[Problem to solve]:
Repeat the data below exactly, with every entry included.

(Saved data entries)

>>>

@pytest.mark.parametrize("kwargs, message", [
    ({"repeats": 0}, "--repeats: expected an integer >= 1"),
    ({"alpha": 0.7}, "--alpha: expected 0 < alpha < 0.5"),
    ({"mode": "slow"}, "--mode: expected one of fast, mcmc"),
    ({"tests": ["bootstrap"]}, "null test 'bootstrap' unknown"),
])
def test_bad_settings_are_config_errors(kwargs, message):
    cat = mock_catalog(np.random.default_rng(8), 0.0, samples=((0.02, 20, "d"), (1.0, 20, "d")))
    with pytest.raises(ConfigError, match=message):
        run_null_tests(RunConfig(), data_of(cat), **kwargs)


# ----- command line ------------------------------------------------------------------------------
def write_run(folder, catalog, extra=""):
    for name in catalog.sample_names:
        write_csv(catalog.subset(catalog.sample == name), folder / f"{name}.csv")
    text = "seed = 3\n" + extra + "".join(f'[[sample]]\nname = "{n}"\npath = "{n}.csv"\n'
                                          for n in catalog.sample_names)
    (folder / "run.toml").write_text(text)
    return folder / "run.toml"


def test_cli_writes_results_and_is_reproducible(tmp_path, capsys):
    cat = mock_catalog(np.random.default_rng(9), 0.0,
                       samples=((0.03, 40, "dyn"), (0.5, 40, "rm"), (1.0, 40, "dyn")))
    config = write_run(tmp_path, cat)
    runs = []
    for name in ("a", "b"):
        out = tmp_path / name
        assert main(["nulltest", "--config", str(config), "--out", str(out), "--repeats", "5",
                     "--quiet"]) == 0
        for file in ("nulltests.json", "nulltests.png", "summary.md"):
            assert (out / file).is_file(), file
        runs.append(json.loads((out / "nulltests.json").read_text()))
    assert runs[0]["tests"] == runs[1]["tests"]
    assert set(runs[0]["tests"]) == set(nullcases.TESTS)
    for row in runs[0]["tests"].values():
        assert {"null_hypothesis", "statistic", "value", "p_value", "threshold", "passed", "note"} <= set(row)
    assert "In plain words" in capsys.readouterr().out


@pytest.mark.parametrize("extra, args, message", [
    ("[model]\nform = \"curved\"\n", [], "model.form: expected one of ratio, relation"),
    ("", ["--repeats", "0"], "--repeats: expected a finite number > 0"),
])
def test_cli_bad_input_exits_2_with_one_line_and_writes_nothing(tmp_path, capsys, extra, args, message):
    cat = mock_catalog(np.random.default_rng(10), 0.0, samples=((0.03, 20, "d"), (1.0, 20, "d")))
    config = write_run(tmp_path, cat, extra)
    out = tmp_path / "out"
    assert main(["nulltest", "--config", str(config), "--out", str(out), "--quiet", *args]) == 2
    err = capsys.readouterr().err.strip()
    assert message in err and len(err.splitlines()) == 1
    assert not out.exists()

<<<

[Response box]:
@pytest.mark.parametrize("kwargs, message", [
    ({"repeats": 0}, "--repeats: expected an integer >= 1"),
    ({"alpha": 0.7}, "--alpha: expected 0 < alpha < 0.5"),
    ({"mode": "slow"}, "--mode: expected one of fast, mcmc"),
    ({"tests": ["bootstrap"]}, "null test 'bootstrap' unknown"),
])
def test_bad_settings_are_config_errors(kwargs, message):
    cat = mock_catalog(np.random.default_rng(8), 0.0, samples=((0.02, 20, "d"), (1.0, 20, "d")))
    with pytest.raises(ConfigError, match=message):
        run_null_tests(RunConfig(), data_of(cat), **kwargs)


# ----- command line ------------------------------------------------------------------------------
def write_run(folder, catalog, extra=""):
    for name in catalog.sample_names:
        write_csv(catalog.subset(catalog.sample == name), folder / f"{name}.csv")
    text = "seed = 3\n" + extra + "".join(f'[[sample]]\nname = "{n}"\npath = "{n}.csv"\n'
                                          for n in catalog.sample_names)
    (folder / "run.toml").write_text(text)
    return folder / "run.toml"


def test_cli_writes_results_and_is_reproducible(tmp_path, capsys):
    cat = mock_catalog(np.random.default_rng(9), 0.0,
                       samples=((0.03, 40, "dyn"), (0.5, 40, "rm"), (1.0, 40, "dyn")))
    config = write_run(tmp_path, cat)
    runs = []
    for name in ("a", "b"):
        out = tmp_path / name
        assert main(["nulltest", "--config", str(config), "--out", str(out), "--repeats", "5",
                     "--quiet"]) == 0
        for file in ("nulltests.json", "nulltests.png", "summary.md"):
            assert (out / file).is_file(), file
        runs.append(json.loads((out / "nulltests.json").read_text()))
    assert runs[0]["tests"] == runs[1]["tests"]
    assert set(runs[0]["tests"]) == set(nullcases.TESTS)
    for row in runs[0]["tests"].values():
        assert {"null_hypothesis", "statistic", "value", "p_value", "threshold", "passed", "note"} <= set(row)
    assert "In plain words" in capsys.readouterr().out


@pytest.mark.parametrize("extra, args, message", [
    ("[model]\nform = \"curved\"\n", [], "model.form: expected one of ratio, relation"),
    ("", ["--repeats", "0"], "--repeats: expected a finite number > 0"),
])
def test_cli_bad_input_exits_2_with_one_line_and_writes_nothing(tmp_path, capsys, extra, args, message):
    cat = mock_catalog(np.random.default_rng(10), 0.0, samples=((0.03, 20, "d"), (1.0, 20, "d")))
    config = write_run(tmp_path, cat, extra)
    out = tmp_path / "out"
    assert main(["nulltest", "--config", str(config), "--out", str(out), "--quiet", *args]) == 2
    err = capsys.readouterr().err.strip()
    assert message in err and len(err.splitlines()) == 1
    assert not out.exists()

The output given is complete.